• Instructions to follow: The response must consist of the complete listing below, reproduced without alteration.

** Records shown follows **

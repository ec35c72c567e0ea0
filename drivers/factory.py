"""Build an instrument driver from a rig file's entry: role, driver, address, dialect.

    open_instrument(role, driver, address, dialect=None, clock=None, options=None,
                    interpreter=None) -> ScpiSupply | ScpiAmmeter | AsciiGauge | LineInterlock

See docs/dev-drivers.md for the addresses, drivers and options.
"""
from __future__ import annotations

from typing import Any, Mapping, Optional

from .clock import Clock, WallClock
from .dialect import DEFAULT_DIALECTS, load_dialect
from .errors import DriverError
from . import locks

#: role -> the drivers that can fill it (the rig file's ``driver:``; first is the default)
DRIVERS = {"supply": ("scpi-supply", "scpi"), "ammeter": ("scpi-ammeter", "scpi"),
           "gauge": ("ascii-gauge", "ascii"), "interlock": ("serial-lines", "lines")}
_OPTIONS = {"name", "timeout", "backend", "expected_model", "expected_serial", "rig_max_v",
            "rig_max_a", "inhibit", "stand_id", "lock", "state_dir", "verify_setpoint",
            "chain_line", "chain_closed_level", "heartbeat_line", "inhibit_line",
            "inhibit_level", "nodelay", "transcript",
            # read by the engine and the timing budget, not by the factory:
            "nplc", "line_hz", "readings_per_sample", "range_a"}


def address_kind(address: str) -> str:
    """"sim", "serial" (device path or pyserial URL) or "visa"."""
    if address.startswith("sim:"):
        return "sim"
    if address.startswith("serial:") or "://" in address:
        return "serial"
    return "visa"


def open_transport(address: str, timeout: float = 1.0, sentinel=("*OPC?", "1"),
                   clock: Optional[Clock] = None, interpreter=None, stand_id: Optional[str] = None,
                   backend: str = "@py", term: str = "\n", write_term: Optional[str] = None,
                   nodelay: bool = True):
    """A transport for ``address`` (no lock taken)."""
    kind = address_kind(address)
    if kind == "sim":
        if interpreter is None:
            raise DriverError(address, "a sim: address needs the simulated instrument object "
                                       "(the stand builder passes it as interpreter=)")
        from .transport_inproc import InprocTransport
        stand = stand_id if stand_id is not None else f"obj{id(interpreter):x}"
        resource = f"sim:{stand}/{address[4:]}"
        return InprocTransport(interpreter, resource=resource, timeout=timeout, clock=clock,
                               sentinel=sentinel)
    if kind == "serial":
        from .transport_serial import SerialTransport
        return SerialTransport(address, timeout=timeout, sentinel=sentinel, term=term,
                               write_term=write_term)
    from .transport_visa import VisaTransport
    return VisaTransport(address, timeout=timeout, backend=backend, sentinel=sentinel,
                         nodelay=nodelay)


def open_instrument(role: str, driver: Optional[str], address: str, dialect=None,
                    clock: Optional[Clock] = None, options: Optional[Mapping[str, Any]] = None,
                    interpreter=None):
    """Open the transport, take the resource lock, and build the role's driver.

    ``options`` (all optional): ``name``, ``timeout`` (s, default 1.0), ``backend``
    (VISA backend name, default "@py"), ``expected_model``, ``expected_serial``,
    ``rig_max_v``, ``rig_max_a``, ``inhibit`` (callable), ``stand_id`` (keys sim:
    instruments per stand), ``lock`` (default True), ``state_dir``, ``verify_setpoint``,
    and for interlocks ``chain_line``, ``chain_closed_level``, ``heartbeat_line``,
    ``inhibit_line``, ``inhibit_level``; ``transcript`` (a file: every exchange is
    recorded there by ``drivers.transcript``, for test fixtures).
    """
    opts = dict(options or {})
    unknown = sorted(set(opts) - _OPTIONS)
    if unknown:
        raise DriverError(address, f"unknown instrument option(s) {unknown}")
    if role not in DRIVERS:
        raise DriverError(address, f"role {role!r} is not one of {sorted(DRIVERS)}")
    driver = driver or DRIVERS[role][0]
    if driver not in DRIVERS[role]:
        raise DriverError(address, f"driver {driver!r} cannot fill role {role!r} "
                                   f"(use {', '.join(DRIVERS[role])})")
    clock = clock or getattr(interpreter, "clock", None) or WallClock()
    d = None
    if role != "interlock":
        d = load_dialect(dialect or DEFAULT_DIALECTS[role], role)
    name = opts.get("name", role)
    sentinel = d.sentinel if d is not None else None
    term = (d.get("serial.term") if d is not None else None) or "\n"
    write_term = d.get("serial.write_term") if d is not None else None
    if d is not None and address_kind(address) == "serial" and d.get("serial.baud") \
            and address.startswith("serial:") and "baud=" not in address:
        address = address + ("&" if "?" in address else "?") + f"baud={int(d.get('serial.baud'))}"
    transport = open_transport(address, timeout=float(opts.get("timeout", 1.0)), sentinel=sentinel,
                               clock=clock, interpreter=interpreter, stand_id=opts.get("stand_id"),
                               backend=opts.get("backend", "@py"), term=term, write_term=write_term,
                               nodelay=bool(opts.get("nodelay", True)))
    if opts.get("transcript"):
        from .transcript import TranscriptTransport   # every exchange to a JSON-lines file
        transport = TranscriptTransport(transport, str(opts["transcript"]))
    if opts.get("lock", True):
        try:
            handle = locks.hold(transport.resource, opts.get("state_dir"))
        except Exception:
            transport.close()
            raise
        transport.on_close.append(handle.release)
    try:
        if role == "supply":
            from .supply import ScpiSupply
            return ScpiSupply(transport, d, name=name, clock=clock,
                              expected_model=opts.get("expected_model"),
                              expected_serial=opts.get("expected_serial"),
                              rig_max_v=opts.get("rig_max_v"), rig_max_a=opts.get("rig_max_a"),
                              inhibit=opts.get("inhibit"),
                              verify_setpoint=bool(opts.get("verify_setpoint", True)))
        if role == "ammeter":
            from .ammeter import ScpiAmmeter
            return ScpiAmmeter(transport, d, name=name, clock=clock,
                               expected_model=opts.get("expected_model"),
                               expected_serial=opts.get("expected_serial"))
        if role == "gauge":
            from .gauge import AsciiGauge
            return AsciiGauge(transport, d, name=name, clock=clock)
        from .interlock import LineInterlock
        kw = {k: opts[k] for k in ("chain_line", "chain_closed_level", "heartbeat_line",
                                   "inhibit_line", "inhibit_level") if k in opts}
        return LineInterlock(transport, name=name, **kw)
    except Exception:
        transport.close()
        raise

** End of Records shown **

• Solved exercise:
repository ec35c72c567e0ea0
filename drivers/factory.py
"""Build an instrument driver from a rig file's entry: role, driver, address, dialect.

    open_instrument(role, driver, address, dialect=None, clock=None, options=None,
                    interpreter=None) -> ScpiSupply | ScpiAmmeter | AsciiGauge | LineInterlock

See docs/dev-drivers.md for the addresses, drivers and options.
"""
from __future__ import annotations

from typing import Any, Mapping, Optional

from .clock import Clock, WallClock
from .dialect import DEFAULT_DIALECTS, load_dialect
from .errors import DriverError
from . import locks

#: role -> the drivers that can fill it (the rig file's ``driver:``; first is the default)
DRIVERS = {"supply": ("scpi-supply", "scpi"), "ammeter": ("scpi-ammeter", "scpi"),
           "gauge": ("ascii-gauge", "ascii"), "interlock": ("serial-lines", "lines")}
_OPTIONS = {"name", "timeout", "backend", "expected_model", "expected_serial", "rig_max_v",
            "rig_max_a", "inhibit", "stand_id", "lock", "state_dir", "verify_setpoint",
            "chain_line", "chain_closed_level", "heartbeat_line", "inhibit_line",
            "inhibit_level", "nodelay", "transcript",
            # read by the engine and the timing budget, not by the factory:
            "nplc", "line_hz", "readings_per_sample", "range_a"}


def address_kind(address: str) -> str:
    """"sim", "serial" (device path or pyserial URL) or "visa"."""
    if address.startswith("sim:"):
        return "sim"
    if address.startswith("serial:") or "://" in address:
        return "serial"
    return "visa"


def open_transport(address: str, timeout: float = 1.0, sentinel=("*OPC?", "1"),
                   clock: Optional[Clock] = None, interpreter=None, stand_id: Optional[str] = None,
                   backend: str = "@py", term: str = "\n", write_term: Optional[str] = None,
                   nodelay: bool = True):
    """A transport for ``address`` (no lock taken)."""
    kind = address_kind(address)
    if kind == "sim":
        if interpreter is None:
            raise DriverError(address, "a sim: address needs the simulated instrument object "
                                       "(the stand builder passes it as interpreter=)")
        from .transport_inproc import InprocTransport
        stand = stand_id if stand_id is not None else f"obj{id(interpreter):x}"
        resource = f"sim:{stand}/{address[4:]}"
        return InprocTransport(interpreter, resource=resource, timeout=timeout, clock=clock,
                               sentinel=sentinel)
    if kind == "serial":
        from .transport_serial import SerialTransport
        return SerialTransport(address, timeout=timeout, sentinel=sentinel, term=term,
                               write_term=write_term)
    from .transport_visa import VisaTransport
    return VisaTransport(address, timeout=timeout, backend=backend, sentinel=sentinel,
                         nodelay=nodelay)


def open_instrument(role: str, driver: Optional[str], address: str, dialect=None,
                    clock: Optional[Clock] = None, options: Optional[Mapping[str, Any]] = None,
                    interpreter=None):
    """Open the transport, take the resource lock, and build the role's driver.

    ``options`` (all optional): ``name``, ``timeout`` (s, default 1.0), ``backend``
    (VISA backend name, default "@py"), ``expected_model``, ``expected_serial``,
    ``rig_max_v``, ``rig_max_a``, ``inhibit`` (callable), ``stand_id`` (keys sim:
    instruments per stand), ``lock`` (default True), ``state_dir``, ``verify_setpoint``,
    and for interlocks ``chain_line``, ``chain_closed_level``, ``heartbeat_line``,
    ``inhibit_line``, ``inhibit_level``; ``transcript`` (a file: every exchange is
    recorded there by ``drivers.transcript``, for test fixtures).
    """
    opts = dict(options or {})
    unknown = sorted(set(opts) - _OPTIONS)
    if unknown:
        raise DriverError(address, f"unknown instrument option(s) {unknown}")
    if role not in DRIVERS:
        raise DriverError(address, f"role {role!r} is not one of {sorted(DRIVERS)}")
    driver = driver or DRIVERS[role][0]
    if driver not in DRIVERS[role]:
        raise DriverError(address, f"driver {driver!r} cannot fill role {role!r} "
                                   f"(use {', '.join(DRIVERS[role])})")
    clock = clock or getattr(interpreter, "clock", None) or WallClock()
    d = None
    if role != "interlock":
        d = load_dialect(dialect or DEFAULT_DIALECTS[role], role)
    name = opts.get("name", role)
    sentinel = d.sentinel if d is not None else None
    term = (d.get("serial.term") if d is not None else None) or "\n"
    write_term = d.get("serial.write_term") if d is not None else None
    if d is not None and address_kind(address) == "serial" and d.get("serial.baud") \
            and address.startswith("serial:") and "baud=" not in address:
        address = address + ("&" if "?" in address else "?") + f"baud={int(d.get('serial.baud'))}"
    transport = open_transport(address, timeout=float(opts.get("timeout", 1.0)), sentinel=sentinel,
                               clock=clock, interpreter=interpreter, stand_id=opts.get("stand_id"),
                               backend=opts.get("backend", "@py"), term=term, write_term=write_term,
                               nodelay=bool(opts.get("nodelay", True)))
    if opts.get("transcript"):
        from .transcript import TranscriptTransport   # every exchange to a JSON-lines file
        transport = TranscriptTransport(transport, str(opts["transcript"]))
    if opts.get("lock", True):
        try:
            handle = locks.hold(transport.resource, opts.get("state_dir"))
        except Exception:
            transport.close()
            raise
        transport.on_close.append(handle.release)
    try:
        if role == "supply":
            from .supply import ScpiSupply
            return ScpiSupply(transport, d, name=name, clock=clock,
                              expected_model=opts.get("expected_model"),
                              expected_serial=opts.get("expected_serial"),
                              rig_max_v=opts.get("rig_max_v"), rig_max_a=opts.get("rig_max_a"),
                              inhibit=opts.get("inhibit"),
                              verify_setpoint=bool(opts.get("verify_setpoint", True)))
        if role == "ammeter":
            from .ammeter import ScpiAmmeter
            return ScpiAmmeter(transport, d, name=name, clock=clock,
                               expected_model=opts.get("expected_model"),
                               expected_serial=opts.get("expected_serial"))
        if role == "gauge":
            from .gauge import AsciiGauge
            return AsciiGauge(transport, d, name=name, clock=clock)
        from .interlock import LineInterlock
        kw = {k: opts[k] for k in ("chain_line", "chain_closed_level", "heartbeat_line",
                                   "inhibit_line", "inhibit_level") if k in opts}
        return LineInterlock(transport, name=name, **kw)
    except Exception:
        transport.close()
        raise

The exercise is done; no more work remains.